Rather than try to blunt diplomatic fallout, Lukashenko signed new laws cracking down further on dissent. The Belarusian Foreign Ministry said that what happened to the jet was in strict accordance with aviation rules, while Russia, Lukashenko’s main ally, stood by him.

Who is Roman Protasevich, the 26-year-old detained journalist? He became a dissident as a teenager and fled the country in 2019, but has continued to roil Lukashenko’s government on the social media platform Telegram while living in exile in Lithuania.

2. New York City will eliminate remote learning for the next school year.

All students and staff members will be back in school buildings full time come September, Mayor Bill de Blasio said, making it one of the first big U.S. cities to remove the option of remote learning altogether. Above, a playground in New York City.

As a result, many parents will be able to return to work without supervising their children’s online classes, which could prompt the revitalization of entire industries and neighborhoods.

The debate over online learning is echoing across the country. New Jersey’s governor announced last week that public school students would no longer have remote classes in September, while officials in Florida, Illinois and Massachusetts have indicated there will be extremely limited remote options. Houston and Philadelphia will keep a remote option.


3. A judge now holds the future of the $100 billion market for iPhone apps.

A federal trial over whether Apple abused its power through its iPhone App Store — one of the biggest antitrust trials in Silicon Valley’s history — concluded today in an Oakland, Calif., courtroom with Judge Yvonne Gonzalez Rogers pressing the lawyers on what should change in Apple’s business, if anything. Above, Apple’s chief executive, Tim Cook.

The suit was brought by Epic Games, the maker of the game app Fortnite, which spent millions of dollars on lawyers, economists and expert witnesses. Yet it still began the trial at a disadvantage because antitrust laws tend to favor defendants, according to legal experts who tracked the case.

The case focused on how Apple wields control over the App Store to charge 30 percent commission on app sales. Judge Gonzalez Rogers has said she hopes to issue a verdict by mid-August.

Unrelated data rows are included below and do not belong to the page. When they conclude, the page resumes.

/** Streaming analyser: push frames in order, then read the report. */
export class FlashAnalyzer {
  private frame = 0;
  private readonly cells: number;
  private readonly fw: number;
  private readonly fh: number;
  private readonly threshold: number;
  // general flash state per cell: extremes since the last transition and its direction
  private readonly lo: Float32Array;
  private readonly hi: Float32Array;
  private readonly dir: Int8Array;
  // red flash state per cell: chromaticity and saturation at the last transition
  private readonly refU: Float32Array;
  private readonly refV: Float32Array;
  private readonly refRed: Uint8Array;
  private readonly generalMask: Uint8Array;
  private readonly redMask: Uint8Array;
  private readonly generalEvents: FrameEvent[] = [];
  private readonly redEvents: FrameEvent[] = [];
  private readonly sat: Int32Array;
  private peakGeneral = 0;
  private peakRed = 0;
  // hall viewing: the last HALL_RING transition frames of every cell, per kind, and the worst window found
  private readonly hallRing: Int32Array[] = [];
  private readonly hallCount: Int32Array[] = [];
  private readonly hallWorst = [{ count: 0, frame: -1, cell: -1 }, { count: 0, frame: -1, cell: -1 }];

  constructor(readonly width: number, readonly height: number, readonly fps: number, readonly viewing: FlashViewing = "desk") {
    if (!(fps > 0) || !Number.isFinite(fps)) throw new FlashInputError(`frame rate must be positive, not ${fps}`);
    if (width < 3 || height < 3) throw new FlashInputError(`a flash grid of ${width}×${height} cells is too coarse`);
    this.cells = width * height;
    this.fw = Math.max(1, Math.round(width * FIELD_FRACTION_W));
    this.fh = Math.max(1, Math.round(height * FIELD_FRACTION_H));
    this.threshold = FIELD_AREA_SHARE * this.fw * this.fh;
    this.lo = new Float32Array(this.cells);
    this.hi = new Float32Array(this.cells);
    this.dir = new Int8Array(this.cells);
    this.refU = new Float32Array(this.cells);
    this.refV = new Float32Array(this.cells);
    this.refRed = new Uint8Array(this.cells);
    this.generalMask = new Uint8Array(this.cells);
    this.redMask = new Uint8Array(this.cells);
    this.sat = new Int32Array((width + 1) * (height + 1));
    if (viewing === "hall") {
      for (let k = 0; k < 2; k++) {
        this.hallRing.push(new Int32Array(this.cells * HALL_RING));
        this.hallCount.push(new Int32Array(this.cells));
      }
    }
  }

  /** hall viewing: a transition of `kind` (0 general, 1 red) at cell `c`; counts that cell's transitions in the last second. */
  private hallTransition(kind: number, c: number): void {
    const ring = this.hallRing[kind], counts = this.hallCount[kind];
    const n = counts[c];
    const base = c * HALL_RING;
    ring[base + (n % HALL_RING)] = this.frame;
    counts[c] = n + 1;
    let inWindow = 0, earliest = this.frame;
    for (let k = 0; k < Math.min(n + 1, HALL_RING); k++) {
      const f = ring[base + ((n - k + HALL_RING) % HALL_RING)];
      if ((this.frame - f) / this.fps >= 1) break;
      inWindow++;
      earliest = f;
    }
    const worst = this.hallWorst[kind];
    if (inWindow > worst.count) { worst.count = inWindow; worst.frame = earliest; worst.cell = c; }
  }

  push(grid: FlashGrid): void {
    if (grid.width !== this.width || grid.height !== this.height || grid.linear.length !== this.cells * 3) {
      throw new FlashInputError(`expected a ${this.width}×${this.height} grid, got ${grid.width}×${grid.height}`);
    }
    const first = this.frame === 0;
    this.generalMask.fill(0);
    this.redMask.fill(0);
    let generalCount = 0, redCount = 0;
    for (let c = 0; c < this.cells; c++) {
      const rl = grid.linear[c * 3], gl = grid.linear[c * 3 + 1], bl = grid.linear[c * 3 + 2];
      const lum = 0.2126 * rl + 0.7152 * gl + 0.0722 * bl;
      const isRed = saturatedRed(rl, gl, bl) ? 1 : 0;
      if (first) {
        this.lo[c] = this.hi[c] = lum;
        [this.refU[c], this.refV[c]] = chromaticity(rl, gl, bl);
        this.refRed[c] = isRed;
        continue;
      }
      if (lum < this.lo[c]) this.lo[c] = lum;
      if (lum > this.hi[c]) this.hi[c] = lum;
      if (this.dir[c] !== 1 && lum - this.lo[c] >= GENERAL_CHANGE && this.lo[c] < DARKER_BELOW) {
        this.dir[c] = 1; this.lo[c] = this.hi[c] = lum; this.generalMask[c] = 1; generalCount++;
        if (this.hallRing.length) this.hallTransition(0, c);
      } else if (this.dir[c] !== -1 && this.hi[c] - lum >= GENERAL_CHANGE && lum < DARKER_BELOW) {
        this.dir[c] = -1; this.lo[c] = this.hi[c] = lum; this.generalMask[c] = 1; generalCount++;
        if (this.hallRing.length) this.hallTransition(0, c);
      }
      // chromaticity only matters when a saturated red is involved on either side
      if (isRed || this.refRed[c]) {
        const [u, v] = chromaticity(rl, gl, bl);
        if (Math.hypot(u - this.refU[c], v - this.refV[c]) > RED_CHROMA_CHANGE) {
          this.refU[c] = u; this.refV[c] = v; this.refRed[c] = isRed; this.redMask[c] = 1; redCount++;
          if (this.hallRing.length) this.hallTransition(1, c);
        }
      }
    }
    if (!first && this.viewing === "hall") {
      this.peakGeneral = Math.max(this.peakGeneral, generalCount / this.cells);
      this.peakRed = Math.max(this.peakRed, redCount / this.cells);
    } else if (!first) {
      this.peakGeneral = Math.max(this.peakGeneral, generalCount ? this.record(this.generalMask, this.generalEvents) : 0);
      this.peakRed = Math.max(this.peakRed, redCount ? this.record(this.redMask, this.redEvents) : 0);
    }
    this.frame++;
  }

  private record(mask: Uint8Array, events: FrameEvent[]): number {
    const best = worstWindow(mask, this.width, this.height, this.fw, this.fh, this.sat);
    const share = best.sum / (this.fw * this.fh);
    if (best.sum > this.threshold) {
      events.push({
        frame: this.frame,
        share,
        region: { x: best.x / this.width, y: best.y / this.height, width: this.fw / this.width, height: this.fh / this.height },
      });
    }
    return share;
  }

  private summarise(events: FrameEvent[], peak: number, fps: number): FlashKindReport {
    let worst = 0, worstStart = -1;
    for (let i = 0, j = 0; i < events.length; i++) {
      // events j..i lie inside one second ending at event i
      while ((events[i].frame - events[j].frame) / fps >= 1) j++;
      if (i - j + 1 > worst) { worst = i - j + 1; worstStart = j; }
    }
    let region: FlashRegion | null = null;
    if (worstStart >= 0) {
      let top = events[worstStart];
      for (let k = worstStart; k < worstStart + worst; k++) if (events[k].share > top.share) top = events[k];
      region = top.region;
    }
    return {
      worstFlashes: worst / 2,
      worstSecondStartS: worstStart >= 0 ? events[worstStart].frame / fps : null,
      region,
      peakFieldShare: peak,
      passes: worst <= MAX_TRANSITIONS_PER_SECOND,
    };
  }

  private summariseHall(kind: number, peak: number, fps: number): FlashKindReport {
    const w = this.hallWorst[kind];
    const region = w.cell < 0 ? null : { x: (w.cell % this.width) / this.width, y: Math.floor(w.cell / this.width) / this.height, width: 1 / this.width, height: 1 / this.height };
    return { worstFlashes: w.count / 2, worstSecondStartS: w.frame < 0 ? null : w.frame / fps, region, peakFieldShare: peak, passes: w.count <= MAX_TRANSITIONS_PER_SECOND };
  }

  /** Frames pushed so far. */
  get frames(): number {
    return this.frame;
  }

  /** `fps`: the frame rate measured once all frames are in, when it differs from the one assumed at the start. */
  report(fps = this.fps): FlashReport {
    if (!(fps > 0) || !Number.isFinite(fps)) throw new FlashInputError(`frame rate must be positive, not ${fps}`);
    const hall = this.viewing === "hall";
    const general = hall ? this.summariseHall(0, this.peakGeneral, fps) : this.summarise(this.generalEvents, this.peakGeneral, fps);
    const red = hall ? this.summariseHall(1, this.peakRed, fps) : this.summarise(this.redEvents, this.peakRed, fps);
    return {
      framesAnalysed: this.frame,
      fps,
      viewing: this.viewing,
      grid: { width: this.width, height: this.height },
      field: { width: this.fw, height: this.fh, areaShare: FIELD_AREA_SHARE },
      general,
      red,
      passes: general.passes && red.passes,
    };
  }
}
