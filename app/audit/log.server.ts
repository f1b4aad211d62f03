import { db } from "~/db/client.server";
import { auditLog } from "~/db/schema";

/** Appends one line to the audit log: who did what to which object. Never updated, never deleted. */
export async function audit(entry: {
  actorUserId: string | null;
  eventId?: string | null;
  action: string;
  subjectType: string;
  subjectId: string;
  details?: Record<string, unknown>;
}): Promise<void> {
  await db()
    .insert(auditLog)
    .values({ ...entry, eventId: entry.eventId ?? null, details: entry.details ?? {} });
}
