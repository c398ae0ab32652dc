import { chmodSync, existsSync, mkdirSync, readFileSync, rmSync, writeFileSync } from 'node:fs'
import { randomBytes } from 'node:crypto'
import { basename, dirname, join, resolve } from 'node:path'
import { serverSettings } from './settings'

/**
 * The absolute data directory: NUXT_DATA_DIR when set, else `.data/` in the project.
 * A built server (`.output/server/index.mjs`) counts the folder holding `.output` as the project,
 * so `nuxt preview` and `node .output/server/index.mjs` share the data of `nuxt dev`.
 */
export function resolveDataDir(configured = serverSettings().dataDir): string {
  if (configured) return configured
  const entry = process.argv[1] ? resolve(process.argv[1]) : ''
  const outputDir = dirname(dirname(entry))
  if (basename(outputDir) === '.output') return join(dirname(outputDir), '.data')
  return resolve('.data')
}

class DataDirLockedError extends Error {}

function isAlive(pid: number): boolean {
  try {
    process.kill(pid, 0)
    return true
  }
  catch (error) {
    return (error as NodeJS.ErrnoException).code === 'EPERM'
  }
}

/**
 * Take the data directory for this process. PGlite has no lock of its own: two servers on one
 * directory each see only their own writes and the last to close wins, so a second server must
 * refuse to start. The lock file holds the owner's pid; a lock left by a dead process is taken over.
 * Written by hand because the well-known lock packages do not record the holder's pid, which
 * the refusal message must name.
 */
export function lockDataDir(dataDir: string): () => void {
  mkdirSync(dataDir, { recursive: true })
  const lockPath = join(dataDir, 'shelfstead.lock')
  for (let attempt = 0; attempt < 2; attempt++) {
    try {
      writeFileSync(lockPath, String(process.pid), { flag: 'wx' })
      const release = () => {
        try {
          if (readFileSync(lockPath, 'utf8').trim() === String(process.pid)) rmSync(lockPath)
        }
        catch { /* already gone */ }
      }
      process.once('exit', release)
      return release
    }
    catch (error) {
      if ((error as NodeJS.ErrnoException).code !== 'EEXIST') throw error
      const holder = Number.parseInt(readFileSync(lockPath, 'utf8').trim(), 10)
      if (holder === process.pid) return () => rmSync(lockPath, { force: true })
      if (Number.isInteger(holder) && isAlive(holder)) {
        throw new DataDirLockedError(
          `The data directory ${dataDir} is in use by another Shelfstead server (pid ${holder}). `
          + 'Stop that server first, or give this one its own directory with NUXT_DATA_DIR.',
        )
      }
      rmSync(lockPath, { force: true })
    }
  }
  throw new DataDirLockedError(`Could not take the lock on the data directory ${dataDir}.`)
}

/**
 * nuxt-auth-utils seals session cookies with NUXT_SESSION_PASSWORD (at least 32 characters).
 * A self-hosted start without one gets a random secret kept in the data directory (owner-only),
 * so sessions survive restarts and no sign-in ever fails for want of a secret.
 */
// The one write to the environment: nuxt-auth-utils reads its secret from NUXT_SESSION_PASSWORD.
export function ensureSessionPassword(dataDir: string, env: NodeJS.ProcessEnv = process.env): 'env' | 'file' | 'generated' {
  const given = env.NUXT_SESSION_PASSWORD
  if (given) {
    if (given.length < 32) throw new Error('NUXT_SESSION_PASSWORD must be at least 32 characters long.')
    return 'env'
  }
  const secretPath = join(dataDir, 'session-secret')
  let source: 'file' | 'generated' = 'file'
  if (!existsSync(secretPath)) {
    writeFileSync(secretPath, randomBytes(48).toString('base64url'), { mode: 0o600, flag: 'wx' })
    source = 'generated'
  }
  chmodSync(secretPath, 0o600)
  env.NUXT_SESSION_PASSWORD = readFileSync(secretPath, 'utf8').trim()
  return source
}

4. Cable and brake failures caused a cable car crash in Italy, investigators say.

Charges including manslaughter and negligence are being considered after the accident yesterday near Lake Maggiore in northern Italy that killed 14 people.

The cable car had almost reached the end station on Mottarone mountain, a nearly 5,000-foot peak, when it started sliding backward, then hit a pillar and plunged to the ground. There was only one survivor, a 5-year-old boy.

In China, the provincial government in Gansu began to investigate the deaths of 21 runners in an ultramarathon who died when high winds and freezing rain struck suddenly on Saturday.

Some state news media have raised questions about the decision not to cancel the race. One competitor said he survived only because a shepherd carried his unconscious body to shelter.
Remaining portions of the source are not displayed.